● **Work item**
Look below for lines that hold the string "grade" and copy each one.

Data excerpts
------
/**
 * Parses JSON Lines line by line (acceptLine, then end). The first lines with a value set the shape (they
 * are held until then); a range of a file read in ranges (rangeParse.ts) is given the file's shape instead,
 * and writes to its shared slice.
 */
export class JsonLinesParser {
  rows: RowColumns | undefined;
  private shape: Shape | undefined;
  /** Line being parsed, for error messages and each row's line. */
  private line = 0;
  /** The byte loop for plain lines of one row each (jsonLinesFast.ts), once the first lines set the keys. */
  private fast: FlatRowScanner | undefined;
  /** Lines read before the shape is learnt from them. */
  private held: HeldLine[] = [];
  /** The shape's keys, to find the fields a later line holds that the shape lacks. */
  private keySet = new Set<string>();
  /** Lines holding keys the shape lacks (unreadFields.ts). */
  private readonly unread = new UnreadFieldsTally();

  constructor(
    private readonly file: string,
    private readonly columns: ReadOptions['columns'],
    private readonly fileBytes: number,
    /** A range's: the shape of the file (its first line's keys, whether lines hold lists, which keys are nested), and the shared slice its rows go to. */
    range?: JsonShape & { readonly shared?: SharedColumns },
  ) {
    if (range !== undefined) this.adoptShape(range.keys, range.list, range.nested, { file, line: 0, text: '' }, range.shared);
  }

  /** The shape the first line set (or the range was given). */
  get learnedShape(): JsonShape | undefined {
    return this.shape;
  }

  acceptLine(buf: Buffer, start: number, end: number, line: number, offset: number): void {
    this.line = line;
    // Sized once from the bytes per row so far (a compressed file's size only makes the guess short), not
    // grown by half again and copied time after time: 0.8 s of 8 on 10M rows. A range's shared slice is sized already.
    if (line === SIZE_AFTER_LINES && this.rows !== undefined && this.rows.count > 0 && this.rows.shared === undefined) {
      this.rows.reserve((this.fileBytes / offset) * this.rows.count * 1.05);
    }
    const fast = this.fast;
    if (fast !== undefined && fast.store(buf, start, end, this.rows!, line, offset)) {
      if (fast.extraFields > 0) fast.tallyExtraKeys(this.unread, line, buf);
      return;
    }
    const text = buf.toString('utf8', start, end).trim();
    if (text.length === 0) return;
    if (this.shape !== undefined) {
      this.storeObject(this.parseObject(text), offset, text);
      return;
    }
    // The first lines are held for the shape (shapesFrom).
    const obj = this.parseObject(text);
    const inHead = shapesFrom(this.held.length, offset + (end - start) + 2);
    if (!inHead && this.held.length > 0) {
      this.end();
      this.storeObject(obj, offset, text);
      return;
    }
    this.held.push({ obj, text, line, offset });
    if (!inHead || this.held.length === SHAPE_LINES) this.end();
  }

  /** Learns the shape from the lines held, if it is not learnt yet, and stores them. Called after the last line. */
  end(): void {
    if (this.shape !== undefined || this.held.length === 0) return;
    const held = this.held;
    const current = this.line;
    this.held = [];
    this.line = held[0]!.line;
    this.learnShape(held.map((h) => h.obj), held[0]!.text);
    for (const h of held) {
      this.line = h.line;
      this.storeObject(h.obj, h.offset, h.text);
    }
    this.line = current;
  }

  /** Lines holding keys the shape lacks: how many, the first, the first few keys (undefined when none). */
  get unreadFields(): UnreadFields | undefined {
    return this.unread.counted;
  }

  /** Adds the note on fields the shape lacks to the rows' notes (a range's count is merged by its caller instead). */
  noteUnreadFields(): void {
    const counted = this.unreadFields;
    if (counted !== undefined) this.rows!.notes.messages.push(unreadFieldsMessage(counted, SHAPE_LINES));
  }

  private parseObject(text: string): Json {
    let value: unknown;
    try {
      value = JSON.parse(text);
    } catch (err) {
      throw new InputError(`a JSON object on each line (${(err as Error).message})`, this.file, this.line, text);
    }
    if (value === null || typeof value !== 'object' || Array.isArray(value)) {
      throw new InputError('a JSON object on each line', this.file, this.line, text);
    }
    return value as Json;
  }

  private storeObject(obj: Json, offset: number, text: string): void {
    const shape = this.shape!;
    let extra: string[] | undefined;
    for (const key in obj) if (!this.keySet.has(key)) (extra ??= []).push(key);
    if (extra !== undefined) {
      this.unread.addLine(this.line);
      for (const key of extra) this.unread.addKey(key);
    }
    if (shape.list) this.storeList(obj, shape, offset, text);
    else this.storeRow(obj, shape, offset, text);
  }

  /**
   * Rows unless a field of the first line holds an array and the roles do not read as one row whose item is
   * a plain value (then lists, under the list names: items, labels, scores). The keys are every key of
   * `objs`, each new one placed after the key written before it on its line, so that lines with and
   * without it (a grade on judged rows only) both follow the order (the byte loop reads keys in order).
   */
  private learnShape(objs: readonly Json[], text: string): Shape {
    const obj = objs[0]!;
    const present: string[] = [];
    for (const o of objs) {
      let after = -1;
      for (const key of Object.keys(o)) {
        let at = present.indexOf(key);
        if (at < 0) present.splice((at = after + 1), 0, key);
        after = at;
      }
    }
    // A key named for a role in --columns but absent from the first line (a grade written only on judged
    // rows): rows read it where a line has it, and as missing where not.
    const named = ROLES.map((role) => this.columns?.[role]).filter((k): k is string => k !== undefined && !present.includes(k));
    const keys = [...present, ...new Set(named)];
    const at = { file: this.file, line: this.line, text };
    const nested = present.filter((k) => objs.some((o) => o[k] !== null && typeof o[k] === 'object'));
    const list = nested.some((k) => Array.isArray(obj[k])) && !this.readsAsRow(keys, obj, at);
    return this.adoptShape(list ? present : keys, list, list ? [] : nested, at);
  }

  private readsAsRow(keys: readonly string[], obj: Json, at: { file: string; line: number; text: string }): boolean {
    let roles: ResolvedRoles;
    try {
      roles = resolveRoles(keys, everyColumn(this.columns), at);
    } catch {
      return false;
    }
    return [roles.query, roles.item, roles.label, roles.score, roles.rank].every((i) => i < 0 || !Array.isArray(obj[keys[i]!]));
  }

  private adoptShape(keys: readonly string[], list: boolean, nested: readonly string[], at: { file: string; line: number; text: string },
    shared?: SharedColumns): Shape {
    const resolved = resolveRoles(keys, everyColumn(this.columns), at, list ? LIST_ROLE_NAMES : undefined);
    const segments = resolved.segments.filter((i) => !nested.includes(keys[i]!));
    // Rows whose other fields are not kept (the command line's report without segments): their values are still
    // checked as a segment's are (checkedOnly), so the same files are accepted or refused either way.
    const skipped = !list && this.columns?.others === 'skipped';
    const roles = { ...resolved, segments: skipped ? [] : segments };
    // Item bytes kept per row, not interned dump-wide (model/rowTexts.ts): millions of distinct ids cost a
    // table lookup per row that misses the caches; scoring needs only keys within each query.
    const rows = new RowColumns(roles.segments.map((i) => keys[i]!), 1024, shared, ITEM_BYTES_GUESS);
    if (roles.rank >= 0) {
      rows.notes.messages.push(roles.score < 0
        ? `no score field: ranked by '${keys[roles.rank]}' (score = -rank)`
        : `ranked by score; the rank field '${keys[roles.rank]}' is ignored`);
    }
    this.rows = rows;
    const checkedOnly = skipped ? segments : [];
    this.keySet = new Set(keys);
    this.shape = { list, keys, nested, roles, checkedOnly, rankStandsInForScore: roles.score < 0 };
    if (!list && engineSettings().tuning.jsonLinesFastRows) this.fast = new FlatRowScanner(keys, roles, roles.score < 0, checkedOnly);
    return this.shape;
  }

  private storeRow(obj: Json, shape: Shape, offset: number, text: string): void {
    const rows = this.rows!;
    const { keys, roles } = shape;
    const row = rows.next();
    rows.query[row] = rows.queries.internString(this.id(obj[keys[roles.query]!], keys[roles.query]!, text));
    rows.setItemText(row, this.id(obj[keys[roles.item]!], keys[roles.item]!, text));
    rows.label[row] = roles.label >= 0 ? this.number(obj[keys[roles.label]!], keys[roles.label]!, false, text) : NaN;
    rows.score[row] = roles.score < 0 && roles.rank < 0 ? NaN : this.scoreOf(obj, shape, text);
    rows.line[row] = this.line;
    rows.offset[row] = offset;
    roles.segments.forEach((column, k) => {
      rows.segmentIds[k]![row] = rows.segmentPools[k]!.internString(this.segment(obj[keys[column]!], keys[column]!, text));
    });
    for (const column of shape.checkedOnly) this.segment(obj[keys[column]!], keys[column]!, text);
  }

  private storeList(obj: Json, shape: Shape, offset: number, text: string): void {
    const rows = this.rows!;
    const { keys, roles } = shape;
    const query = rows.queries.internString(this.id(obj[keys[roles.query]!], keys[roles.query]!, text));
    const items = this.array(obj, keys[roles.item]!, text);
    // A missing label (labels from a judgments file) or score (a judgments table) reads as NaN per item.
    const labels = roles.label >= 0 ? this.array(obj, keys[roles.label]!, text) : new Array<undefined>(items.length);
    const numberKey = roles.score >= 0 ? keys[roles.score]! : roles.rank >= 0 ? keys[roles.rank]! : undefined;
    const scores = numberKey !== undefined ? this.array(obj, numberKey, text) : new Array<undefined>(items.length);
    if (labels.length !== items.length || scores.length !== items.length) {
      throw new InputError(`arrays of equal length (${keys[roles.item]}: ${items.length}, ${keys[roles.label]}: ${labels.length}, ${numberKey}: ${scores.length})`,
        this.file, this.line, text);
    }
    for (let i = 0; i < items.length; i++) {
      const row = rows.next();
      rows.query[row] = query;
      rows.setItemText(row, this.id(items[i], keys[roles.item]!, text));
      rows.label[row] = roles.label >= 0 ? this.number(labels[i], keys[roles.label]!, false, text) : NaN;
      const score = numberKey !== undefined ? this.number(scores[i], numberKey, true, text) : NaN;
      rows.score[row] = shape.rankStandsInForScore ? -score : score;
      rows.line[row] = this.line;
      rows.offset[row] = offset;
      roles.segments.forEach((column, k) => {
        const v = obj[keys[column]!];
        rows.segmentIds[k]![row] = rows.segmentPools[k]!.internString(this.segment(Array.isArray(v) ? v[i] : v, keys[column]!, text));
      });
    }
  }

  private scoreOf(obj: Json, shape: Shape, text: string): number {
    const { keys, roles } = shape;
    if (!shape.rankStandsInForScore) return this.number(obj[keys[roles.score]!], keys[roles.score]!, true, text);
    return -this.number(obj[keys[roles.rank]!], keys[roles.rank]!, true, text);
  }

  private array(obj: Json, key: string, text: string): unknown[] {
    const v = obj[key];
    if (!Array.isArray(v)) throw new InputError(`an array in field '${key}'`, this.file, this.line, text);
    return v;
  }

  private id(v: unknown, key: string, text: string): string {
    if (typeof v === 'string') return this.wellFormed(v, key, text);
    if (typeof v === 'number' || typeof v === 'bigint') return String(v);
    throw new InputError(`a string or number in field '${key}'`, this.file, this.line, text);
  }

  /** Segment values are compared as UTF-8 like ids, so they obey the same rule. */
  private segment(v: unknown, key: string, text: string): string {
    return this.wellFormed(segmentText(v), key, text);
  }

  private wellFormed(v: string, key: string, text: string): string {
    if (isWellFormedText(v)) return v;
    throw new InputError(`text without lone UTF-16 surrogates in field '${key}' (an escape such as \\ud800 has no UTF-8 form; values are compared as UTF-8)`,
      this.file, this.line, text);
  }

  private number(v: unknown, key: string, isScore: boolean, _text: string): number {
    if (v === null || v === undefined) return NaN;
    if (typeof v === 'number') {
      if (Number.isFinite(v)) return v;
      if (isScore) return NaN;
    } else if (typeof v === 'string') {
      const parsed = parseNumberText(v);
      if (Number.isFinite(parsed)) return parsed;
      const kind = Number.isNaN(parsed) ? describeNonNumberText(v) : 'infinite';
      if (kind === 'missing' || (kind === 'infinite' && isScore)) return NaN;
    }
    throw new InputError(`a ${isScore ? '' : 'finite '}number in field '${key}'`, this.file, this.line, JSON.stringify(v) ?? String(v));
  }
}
------
● **Solution below**
   * without it (a grade on judged rows only) both follow the order (the byte loop reads keys in order).
    // A key named for a role in --columns but absent from the first line (a grade written only on judged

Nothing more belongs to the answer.